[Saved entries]

BEGIN

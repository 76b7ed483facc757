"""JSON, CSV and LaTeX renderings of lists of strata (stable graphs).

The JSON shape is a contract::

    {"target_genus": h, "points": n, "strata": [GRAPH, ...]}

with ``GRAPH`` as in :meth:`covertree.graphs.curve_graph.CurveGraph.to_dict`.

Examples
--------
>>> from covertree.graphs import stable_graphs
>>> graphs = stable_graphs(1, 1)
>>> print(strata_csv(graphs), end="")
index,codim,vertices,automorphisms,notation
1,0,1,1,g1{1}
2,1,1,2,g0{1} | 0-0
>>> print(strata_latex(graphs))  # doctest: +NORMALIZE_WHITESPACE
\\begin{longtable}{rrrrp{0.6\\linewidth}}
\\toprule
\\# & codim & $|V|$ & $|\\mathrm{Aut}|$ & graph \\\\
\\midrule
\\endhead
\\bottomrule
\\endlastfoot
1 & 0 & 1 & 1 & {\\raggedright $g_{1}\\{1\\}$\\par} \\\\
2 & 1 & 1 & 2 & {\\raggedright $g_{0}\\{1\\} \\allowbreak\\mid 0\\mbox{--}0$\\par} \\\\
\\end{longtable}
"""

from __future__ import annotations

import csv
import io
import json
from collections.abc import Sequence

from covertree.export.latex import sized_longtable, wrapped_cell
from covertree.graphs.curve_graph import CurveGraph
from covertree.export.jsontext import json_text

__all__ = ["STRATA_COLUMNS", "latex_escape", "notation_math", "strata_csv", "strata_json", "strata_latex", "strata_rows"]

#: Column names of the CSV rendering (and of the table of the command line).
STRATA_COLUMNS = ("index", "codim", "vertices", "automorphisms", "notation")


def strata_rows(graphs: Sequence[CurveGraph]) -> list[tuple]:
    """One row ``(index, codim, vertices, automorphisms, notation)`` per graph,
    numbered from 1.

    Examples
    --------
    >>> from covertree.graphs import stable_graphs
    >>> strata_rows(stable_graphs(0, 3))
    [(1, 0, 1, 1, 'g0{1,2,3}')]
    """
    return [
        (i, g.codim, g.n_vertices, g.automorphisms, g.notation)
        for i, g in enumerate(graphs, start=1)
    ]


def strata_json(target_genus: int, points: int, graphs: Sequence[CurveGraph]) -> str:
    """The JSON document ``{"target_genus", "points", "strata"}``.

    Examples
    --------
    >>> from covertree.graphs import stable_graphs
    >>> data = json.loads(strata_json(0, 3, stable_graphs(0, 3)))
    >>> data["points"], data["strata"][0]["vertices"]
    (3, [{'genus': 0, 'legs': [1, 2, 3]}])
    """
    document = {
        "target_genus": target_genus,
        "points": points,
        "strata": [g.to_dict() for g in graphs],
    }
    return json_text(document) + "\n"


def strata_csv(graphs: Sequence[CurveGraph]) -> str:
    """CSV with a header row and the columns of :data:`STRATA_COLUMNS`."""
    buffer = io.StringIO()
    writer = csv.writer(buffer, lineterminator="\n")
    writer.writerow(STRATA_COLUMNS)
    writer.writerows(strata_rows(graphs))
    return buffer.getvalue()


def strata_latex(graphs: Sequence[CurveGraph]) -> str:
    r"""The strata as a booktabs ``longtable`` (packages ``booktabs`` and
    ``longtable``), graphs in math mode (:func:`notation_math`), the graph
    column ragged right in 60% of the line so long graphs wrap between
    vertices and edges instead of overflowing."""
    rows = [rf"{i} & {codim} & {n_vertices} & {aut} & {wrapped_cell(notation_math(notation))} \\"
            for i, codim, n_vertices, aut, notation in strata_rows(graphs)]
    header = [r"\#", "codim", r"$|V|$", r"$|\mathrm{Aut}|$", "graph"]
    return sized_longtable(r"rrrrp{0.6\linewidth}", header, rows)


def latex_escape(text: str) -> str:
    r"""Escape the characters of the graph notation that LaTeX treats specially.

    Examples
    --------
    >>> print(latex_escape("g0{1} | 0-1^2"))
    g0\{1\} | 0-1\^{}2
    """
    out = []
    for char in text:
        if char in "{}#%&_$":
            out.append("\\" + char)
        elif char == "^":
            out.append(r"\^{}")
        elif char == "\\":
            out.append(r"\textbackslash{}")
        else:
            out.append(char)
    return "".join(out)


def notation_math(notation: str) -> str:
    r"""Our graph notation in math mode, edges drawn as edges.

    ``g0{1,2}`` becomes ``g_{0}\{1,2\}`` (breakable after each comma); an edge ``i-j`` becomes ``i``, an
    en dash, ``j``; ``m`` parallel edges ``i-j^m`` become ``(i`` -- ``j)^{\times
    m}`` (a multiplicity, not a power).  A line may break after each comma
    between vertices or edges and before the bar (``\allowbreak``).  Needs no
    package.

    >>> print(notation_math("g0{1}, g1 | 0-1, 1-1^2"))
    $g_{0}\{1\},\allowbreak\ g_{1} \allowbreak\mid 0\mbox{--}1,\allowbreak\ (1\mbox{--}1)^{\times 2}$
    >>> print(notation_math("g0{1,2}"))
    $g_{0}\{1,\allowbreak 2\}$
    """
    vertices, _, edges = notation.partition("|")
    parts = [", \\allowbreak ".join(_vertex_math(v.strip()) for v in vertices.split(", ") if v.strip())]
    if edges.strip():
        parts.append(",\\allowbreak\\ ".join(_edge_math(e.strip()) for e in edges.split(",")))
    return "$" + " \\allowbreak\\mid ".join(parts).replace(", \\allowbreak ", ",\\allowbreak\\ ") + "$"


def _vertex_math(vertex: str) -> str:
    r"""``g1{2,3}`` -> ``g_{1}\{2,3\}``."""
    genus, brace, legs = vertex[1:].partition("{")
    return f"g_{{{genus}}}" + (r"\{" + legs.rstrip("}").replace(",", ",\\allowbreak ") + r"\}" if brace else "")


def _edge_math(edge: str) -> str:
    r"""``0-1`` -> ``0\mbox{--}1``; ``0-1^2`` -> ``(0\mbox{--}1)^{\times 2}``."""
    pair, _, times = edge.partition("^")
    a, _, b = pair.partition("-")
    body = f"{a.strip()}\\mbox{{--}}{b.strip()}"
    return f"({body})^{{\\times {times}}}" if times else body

END

Each entry is to be output exactly as it was written.

| Response |
repository 76b7ed483facc757
"""JSON, CSV and LaTeX renderings of lists of strata (stable graphs).

The JSON shape is a contract::

    {"target_genus": h, "points": n, "strata": [GRAPH, ...]}

with ``GRAPH`` as in :meth:`covertree.graphs.curve_graph.CurveGraph.to_dict`.

Examples
--------
>>> from covertree.graphs import stable_graphs
>>> graphs = stable_graphs(1, 1)
>>> print(strata_csv(graphs), end="")
index,codim,vertices,automorphisms,notation
1,0,1,1,g1{1}
2,1,1,2,g0{1} | 0-0
>>> print(strata_latex(graphs))  # doctest: +NORMALIZE_WHITESPACE
\\begin{longtable}{rrrrp{0.6\\linewidth}}
\\toprule
\\# & codim & $|V|$ & $|\\mathrm{Aut}|$ & graph \\\\
\\midrule
\\endhead
\\bottomrule
\\endlastfoot
1 & 0 & 1 & 1 & {\\raggedright $g_{1}\\{1\\}$\\par} \\\\
2 & 1 & 1 & 2 & {\\raggedright $g_{0}\\{1\\} \\allowbreak\\mid 0\\mbox{--}0$\\par} \\\\
\\end{longtable}
"""

from __future__ import annotations

import csv
import io
import json
from collections.abc import Sequence

from covertree.export.latex import sized_longtable, wrapped_cell
from covertree.graphs.curve_graph import CurveGraph
from covertree.export.jsontext import json_text

__all__ = ["STRATA_COLUMNS", "latex_escape", "notation_math", "strata_csv", "strata_json", "strata_latex", "strata_rows"]

#: Column names of the CSV rendering (and of the table of the command line).
STRATA_COLUMNS = ("index", "codim", "vertices", "automorphisms", "notation")


def strata_rows(graphs: Sequence[CurveGraph]) -> list[tuple]:
    """One row ``(index, codim, vertices, automorphisms, notation)`` per graph,
    numbered from 1.

    Examples
    --------
    >>> from covertree.graphs import stable_graphs
    >>> strata_rows(stable_graphs(0, 3))
    [(1, 0, 1, 1, 'g0{1,2,3}')]
    """
    return [
        (i, g.codim, g.n_vertices, g.automorphisms, g.notation)
        for i, g in enumerate(graphs, start=1)
    ]


def strata_json(target_genus: int, points: int, graphs: Sequence[CurveGraph]) -> str:
    """The JSON document ``{"target_genus", "points", "strata"}``.

    Examples
    --------
    >>> from covertree.graphs import stable_graphs
    >>> data = json.loads(strata_json(0, 3, stable_graphs(0, 3)))
    >>> data["points"], data["strata"][0]["vertices"]
    (3, [{'genus': 0, 'legs': [1, 2, 3]}])
    """
    document = {
        "target_genus": target_genus,
        "points": points,
        "strata": [g.to_dict() for g in graphs],
    }
    return json_text(document) + "\n"


def strata_csv(graphs: Sequence[CurveGraph]) -> str:
    """CSV with a header row and the columns of :data:`STRATA_COLUMNS`."""
    buffer = io.StringIO()
    writer = csv.writer(buffer, lineterminator="\n")
    writer.writerow(STRATA_COLUMNS)
    writer.writerows(strata_rows(graphs))
    return buffer.getvalue()


def strata_latex(graphs: Sequence[CurveGraph]) -> str:
    r"""The strata as a booktabs ``longtable`` (packages ``booktabs`` and
    ``longtable``), graphs in math mode (:func:`notation_math`), the graph
    column ragged right in 60% of the line so long graphs wrap between
    vertices and edges instead of overflowing."""
    rows = [rf"{i} & {codim} & {n_vertices} & {aut} & {wrapped_cell(notation_math(notation))} \\"
            for i, codim, n_vertices, aut, notation in strata_rows(graphs)]
    header = [r"\#", "codim", r"$|V|$", r"$|\mathrm{Aut}|$", "graph"]
    return sized_longtable(r"rrrrp{0.6\linewidth}", header, rows)


def latex_escape(text: str) -> str:
    r"""Escape the characters of the graph notation that LaTeX treats specially.

    Examples
    --------
    >>> print(latex_escape("g0{1} | 0-1^2"))
    g0\{1\} | 0-1\^{}2
    """
    out = []
    for char in text:
        if char in "{}#%&_$":
            out.append("\\" + char)
        elif char == "^":
            out.append(r"\^{}")
        elif char == "\\":
            out.append(r"\textbackslash{}")
        else:
            out.append(char)
    return "".join(out)


def notation_math(notation: str) -> str:
    r"""Our graph notation in math mode, edges drawn as edges.

    ``g0{1,2}`` becomes ``g_{0}\{1,2\}`` (breakable after each comma); an edge ``i-j`` becomes ``i``, an
    en dash, ``j``; ``m`` parallel edges ``i-j^m`` become ``(i`` -- ``j)^{\times
    m}`` (a multiplicity, not a power).  A line may break after each comma
    between vertices or edges and before the bar (``\allowbreak``).  Needs no
    package.

    >>> print(notation_math("g0{1}, g1 | 0-1, 1-1^2"))
    $g_{0}\{1\},\allowbreak\ g_{1} \allowbreak\mid 0\mbox{--}1,\allowbreak\ (1\mbox{--}1)^{\times 2}$
    >>> print(notation_math("g0{1,2}"))
    $g_{0}\{1,\allowbreak 2\}$
    """
    vertices, _, edges = notation.partition("|")
    parts = [", \\allowbreak ".join(_vertex_math(v.strip()) for v in vertices.split(", ") if v.strip())]
    if edges.strip():
        parts.append(",\\allowbreak\\ ".join(_edge_math(e.strip()) for e in edges.split(",")))
    return "$" + " \\allowbreak\\mid ".join(parts).replace(", \\allowbreak ", ",\\allowbreak\\ ") + "$"


def _vertex_math(vertex: str) -> str:
    r"""``g1{2,3}`` -> ``g_{1}\{2,3\}``."""
    genus, brace, legs = vertex[1:].partition("{")
    return f"g_{{{genus}}}" + (r"\{" + legs.rstrip("}").replace(",", ",\\allowbreak ") + r"\}" if brace else "")


def _edge_math(edge: str) -> str:
    r"""``0-1`` -> ``0\mbox{--}1``; ``0-1^2`` -> ``(0\mbox{--}1)^{\times 2}``."""
    pair, _, times = edge.partition("^")
    a, _, b = pair.partition("-")
    body = f"{a.strip()}\\mbox{{--}}{b.strip()}"
    return f"({body})^{{\\times {times}}}" if times else body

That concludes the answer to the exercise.